[[ Excerpted records open ]]

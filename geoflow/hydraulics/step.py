"""One standard-step energy balance between two neighbouring sections.

Energy equation between an upstream section u and a downstream section d (Chow 1959,
Open-Channel Hydraulics, ch. 10, standard-step method, from memory):

    WSE_u + alpha_u V_u^2/2g = WSE_d + alpha_d V_d^2/2g + L Sf_bar + C |alpha_u V_u^2/2g - alpha_d V_d^2/2g|

- Sf_bar averages the friction slopes Sf = (Q/K)^2 of both ends with the selected rule
  (average conveyance, arithmetic, geometric, harmonic; compared by Reed & Wolfkill 1976, from memory);
- L is the discharge-weighted reach length (L_lob Q_lob + L_ch Q_ch + L_rob Q_rob) / Q with the
  mean of both sections' part discharges (part discharges split Q in proportion to conveyance);
- C is the contraction coefficient where the velocity head rises in the direction of flow and
  the expansion coefficient where it falls (USACE EM 1110-2-1416, 1993, from memory).

The unknown WSE is bracketed on a grid (table levels clipped to the wanted branch, plus points
relative to critical and to the known energy; at the table levels the section's cached flow
terms are used, so only the relative points are evaluated) and refined by regula falsi
(Illinois). Subcritical
steps take the root nearest above critical WSE, supercritical steps the root nearest below it.
"""
from __future__ import annotations

from dataclasses import dataclass

import numpy as np

from geoflow.hydraulics.geometry import SectionTable, flow_state
from geoflow.hydraulics.roots import bracketed_root

OK, CRITICAL, NO_CONVERGENCE = 0, 1, 2
_ABOVE = np.array([1e-4, 1e-3, 1e-2, 0.05, 0.1, 0.2, 0.35, 0.5, 0.75, 1.0, 1.5, 2.0, 4.0, 10.0])
_BELOW = np.array([1e-4, 1e-3, 3e-3, 0.01, 0.03, 0.06, 0.1, 0.15, 0.2, 0.3, 0.4, 0.5, 0.6,
                   0.7, 0.8, 0.9, 0.95, 0.99, 1.0])


@dataclass(frozen=True)
class State:
    """Hydraulic state of one section for several events (arrays (e,), part_q (e, 3))."""

    wse: np.ndarray
    energy: np.ndarray
    head: np.ndarray        # alpha V^2 / 2g, m
    discharge: np.ndarray
    conveyance: np.ndarray
    part_q: np.ndarray

    def take(self, idx) -> "State":
        """The state of events ``idx``."""
        return State(self.wse[idx], self.energy[idx], self.head[idx], self.discharge[idx],
                     self.conveyance[idx], self.part_q[idx])


def section_state(table: SectionTable, wse, discharge, g: float) -> State:
    """State at ``wse`` (flattened) with discharge broadcast to it; head = alpha Q^2/(2 g A^2)
    and part discharges split Q in proportion to part conveyance."""
    w = np.asarray(wse, dtype=float).ravel()
    area, conv, alpha, part_k = flow_state(table, w)
    q = np.broadcast_to(np.asarray(discharge, dtype=float).ravel(), w.shape)
    with np.errstate(divide="ignore", invalid="ignore"):
        head = alpha * q * q / (2.0 * g * area * area)
        share = np.where(conv[:, None] > 0, part_k / conv[:, None], 1.0 / 3.0)
    return State(w, w + head, head, q, conv, share * q[:, None])


def mean_friction_slope(q1, k1, q2, k2, rule: str):
    """Representative friction slope of a reach (Reed & Wolfkill 1976, from memory)."""
    with np.errstate(divide="ignore", invalid="ignore"):
        if rule == "average_conveyance":
            return ((q1 + q2) / (k1 + k2)) ** 2
        s1, s2 = (q1 / k1) ** 2, (q2 / k2) ** 2
        if rule == "arithmetic":
            return 0.5 * (s1 + s2)
        if rule == "geometric":
            return np.sqrt(s1 * s2)
        return 2.0 * s1 * s2 / (s1 + s2)


def step_residual(table, w, q, known: State, lengths, unknown_upstream: bool, opts):
    """Energy-balance residual (m) at trial WSE ``w`` (e,) or (e, G) of the unknown section;
    the known state (e,) is broadcast along the trial axis."""
    w2 = w.reshape(w.shape[0], -1)
    area, conv, alpha, part_k = flow_state(table, w2.ravel())
    flow = tuple(a.reshape(w2.shape) for a in (area, conv, alpha)) + \
        (part_k.reshape(w2.shape + (3,)),)
    return _balance(w2, flow, q, known, lengths, unknown_upstream, opts).reshape(w.shape)


def _balance(w, flow, q, known: State, lengths, unknown_upstream: bool, opts):
    """Residual E_unknown - (E_known +- losses) of the energy equation (module docstring) at
    trial WSE ``w`` (e or 1, G) with the unknown section's (area, K, alpha, part K) ``flow``."""
    area, conv, alpha, part_k = flow
    qq = q[:, None]
    with np.errstate(all="ignore"):  # dry trial levels give inf/nan, mapped to inf by callers
        return _balance_terms(w, area, conv, alpha, part_k, qq, known, lengths,
                              unknown_upstream, opts)


def _balance_terms(w, area, conv, alpha, part_k, qq, known, lengths, unknown_upstream, opts):
    """The terms of ``_balance``: velocity head, discharge-weighted length (``lengths`` weighted
    by the mean part discharges, broadcast over trials), mean friction slope and eddy loss."""
    head = alpha * qq * qq / (2.0 * opts.g * area * area)
    share = part_k / conv[..., None]
    share[~(conv > 0)] = 1.0 / 3.0
    mean_q = 0.5 * (known.part_q[:, None, :] + share * qq[..., None])
    length = (mean_q @ np.asarray(lengths, dtype=float)) / mean_q.sum(axis=2)
    sf = mean_friction_slope(known.discharge[:, None], known.conveyance[:, None], qq, conv,
                             opts.friction_slope)
    kh = known.head[:, None]
    head_up, head_dn = (head, kh) if unknown_upstream else (kh, head)
    coef = np.where(head_dn > head_up, opts.contraction, opts.expansion)
    loss = length * sf + coef * np.abs(head_dn - head_up)
    ke = known.energy[:, None]
    target = ke + loss if unknown_upstream else ke - loss
    return w + head - target


def _grid(table: SectionTable, q, known: State, lengths, wc, unknown_upstream: bool, opts):
    """Ascending trial WSE per event (e, G) on the wanted side of critical WSE ``wc``, and the
    residuals there: every table level (clipped to the branch) plus points relative to ``wc``.
    Residuals at the table levels come from the table's cached flow at its levels; only the
    relative points (and ``wc``) are evaluated."""
    lv = table.levels[None, :]
    if unknown_upstream:
        scale = np.maximum(known.energy - wc, 1e-3)[:, None]
        rel = np.hstack([wc[:, None], wc[:, None] + scale * _ABOVE])
        lo, hi = wc[:, None], np.full_like(rel[:, :1], np.inf)
    else:
        rel = table.thalweg + (wc - table.thalweg)[:, None] * _BELOW
        lo, hi = rel[:, :1], wc[:, None]
    r_ext = step_residual(table, np.hstack([rel, wc[:, None]]), q, known, lengths,
                          unknown_upstream, opts)
    flow = tuple(a[None] for a in table.flow_at_levels)
    r_lv = _balance(lv, flow, q, known, lengths, unknown_upstream, opts)
    r_lv = np.where(lv < lo, r_ext[:, :1], r_lv)  # clipped up to the lowest relative point
    r_lv = np.where(lv > hi, r_ext[:, -1:], r_lv)
    pts = np.hstack([np.clip(lv, lo, hi), rel])
    order = np.argsort(pts, axis=1, kind="stable")
    r = np.hstack([r_lv, r_ext[:, :-1]])
    return np.take_along_axis(pts, order, 1), np.take_along_axis(r, order, 1)


def solve_step(table: SectionTable, q, known: State, lengths, wc, unknown_upstream: bool, opts):
    """WSE of the unknown section per event. Returns (wse, residual, status) arrays (e,);
    where no root exists on the wanted branch the WSE is critical (status CRITICAL), and where
    the root finder misses the tolerance it is also critical (status NO_CONVERGENCE)."""
    grid, r = _grid(table, q, known, lengths, wc, unknown_upstream, opts)
    r[np.isnan(r)] = np.inf  # no flow area at a trial level: treat as far too much energy
    pos = r >= 0
    ev = np.arange(q.size)
    if unknown_upstream:
        start_ok = r[:, 0] < 0
        j = np.maximum(np.argmax(pos, axis=1), 1)
        a, b, fa, fb = grid[ev, j - 1], grid[ev, j], r[ev, j - 1], r[ev, j]
    else:
        start_ok = r[:, -1] < 0
        j = np.minimum(grid.shape[1] - 1 - np.argmax(pos[:, ::-1], axis=1), grid.shape[1] - 2)
        a, b, fa, fb = grid[ev, j], grid[ev, j + 1], r[ev, j], r[ev, j + 1]
    has = start_ok & pos.any(axis=1)
    wse = np.array(wc, dtype=float)
    res = r[:, 0] if unknown_upstream else r[:, -1]  # residual at critical WSE (grid end)
    status = np.where(start_ok, NO_CONVERGENCE, CRITICAL)
    idx = np.flatnonzero(has)
    if idx.size:
        kn_idx, q_idx = known.take(idx), q[idx]

        def fun(x, sub):
            return step_residual(table, x, q_idx[sub], kn_idx.take(sub), lengths,
                                 unknown_upstream, opts)

        x, fx = bracketed_root(fun, a[idx], b[idx], fa[idx], fb[idx], xtol=1e-10,
                               ftol=1e-3 * opts.tolerance, maxiter=opts.max_iterations)
        good = np.abs(fx) <= opts.tolerance
        wse[idx[good]], res[idx[good]], status[idx[good]] = x[good], fx[good], OK
    return wse, res, status
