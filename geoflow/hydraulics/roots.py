"""Vectorised one-dimensional root finding and minimisation on brackets.

Each routine works on arrays of independent problems at once (one per section or event), so a
call to the objective evaluates all still-active problems in one numpy pass.
"""
from __future__ import annotations

import numpy as np


def bracketed_root(fun, a, b, fa, fb, *, xtol=1e-9, ftol=1e-7, maxiter=60):
    """Illinois (modified regula falsi) on brackets [a, b] with fa, fb of opposite sign
    (Dowell & Jarratt 1971, BIT 11:168-174, from memory).

    ``fun(x, idx)`` evaluates the problems ``idx`` at points ``x``. Returns (x, f(x)): the point
    of smallest |f| seen. A bisection step replaces any secant step that is not finite or leaves
    the bracket.
    """
    a, b = np.array(a, dtype=float), np.array(b, dtype=float)
    fa, fb = np.array(fa, dtype=float), np.array(fb, dtype=float)
    best_x = np.where(np.abs(fa) <= np.abs(fb), a, b)
    best_f = np.where(np.abs(fa) <= np.abs(fb), fa, fb)
    active = (np.abs(best_f) > ftol) & (np.abs(b - a) > xtol)
    for _ in range(maxiter):
        idx = np.flatnonzero(active)
        if idx.size == 0:
            break
        ai, bi, fai, fbi = a[idx], b[idx], fa[idx], fb[idx]
        with np.errstate(divide="ignore", invalid="ignore"):
            c = bi - fbi * (bi - ai) / (fbi - fai)
        lo, hi = np.minimum(ai, bi), np.maximum(ai, bi)
        bad = ~np.isfinite(c) | (c <= lo) | (c >= hi)
        c = np.where(bad, 0.5 * (ai + bi), c)
        fc = fun(c, idx)
        flip = np.sign(fc) != np.sign(fbi)
        a[idx] = np.where(flip, bi, ai)
        fa[idx] = np.where(flip, fbi, 0.5 * fai)
        b[idx], fb[idx] = c, fc
        better = np.abs(fc) < np.abs(best_f[idx])
        best_x[idx] = np.where(better, c, best_x[idx])
        best_f[idx] = np.where(better, fc, best_f[idx])
        active[idx] = (np.abs(fc) > ftol) & (np.abs(b[idx] - a[idx]) > xtol)
    return best_x, best_f


def zoom_minimum(fun, a, b, *, xtol=1e-7, points=25, maxiter=30):
    """Bounded minimisation of ``fun(x, idx)`` on each [a, b] by repeated grid zooming: evaluate
    ``points`` equally spaced points, keep the two intervals around the smallest value, repeat
    until the bracket is below ``xtol``, then take one parabolic-interpolation step through the
    three points around the minimum (a vectorised bounded scalar search for unimodal
    functions). Returns (x, f(x))."""
    a, b = np.array(a, dtype=float), np.array(b, dtype=float)
    idx = np.repeat(np.arange(a.size), points)
    t = np.linspace(0.0, 1.0, points)
    rows = np.arange(a.size)
    best_x, best_f = 0.5 * (a + b), np.full(a.size, np.inf)
    for _ in range(maxiter):
        x = a[:, None] + (b - a)[:, None] * t[None, :]
        f = fun(x.ravel(), idx).reshape(x.shape)
        j = np.argmin(np.where(np.isnan(f), np.inf, f), axis=1)
        fj = f[rows, j]
        better = fj < best_f
        best_x, best_f = np.where(better, x[rows, j], best_x), np.where(better, fj, best_f)
        jl, jr = np.maximum(j - 1, 0), np.minimum(j + 1, points - 1)
        a, b = x[rows, jl], x[rows, jr]
        if np.all(b - a <= xtol):
            break
    # final parabolic step through the three points around the grid minimum
    fl, fr = f[rows, jl], f[rows, jr]
    h = 0.5 * (b - a)
    with np.errstate(divide="ignore", invalid="ignore"):
        shift = 0.5 * h * (fl - fr) / (fl - 2.0 * fj + fr)
    xp = np.clip(x[rows, j] + np.where(np.isfinite(shift), shift, 0.0), a, b)
    fp = fun(xp, np.arange(a.size))
    better = fp < best_f
    return np.where(better, xp, best_x), np.where(better, fp, best_f)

[[ Excerpted records closed ]]

■ Task ■
Both the line containing "r_lv = np.where(lv >" and the line containing "pos = r >= 0" belong in the answer. Print them and every line above that falls between them exactly, and no others.

■ Result of the task ■
    r_lv = np.where(lv > hi, r_ext[:, -1:], r_lv)
    pts = np.hstack([np.clip(lv, lo, hi), rel])
    order = np.argsort(pts, axis=1, kind="stable")
    r = np.hstack([r_lv, r_ext[:, :-1]])
    return np.take_along_axis(pts, order, 1), np.take_along_axis(r, order, 1)


def solve_step(table: SectionTable, q, known: State, lengths, wc, unknown_upstream: bool, opts):
    """WSE of the unknown section per event. Returns (wse, residual, status) arrays (e,);
    where no root exists on the wanted branch the WSE is critical (status CRITICAL), and where
    the root finder misses the tolerance it is also critical (status NO_CONVERGENCE)."""
    grid, r = _grid(table, q, known, lengths, wc, unknown_upstream, opts)
    r[np.isnan(r)] = np.inf  # no flow area at a trial level: treat as far too much energy
    pos = r >= 0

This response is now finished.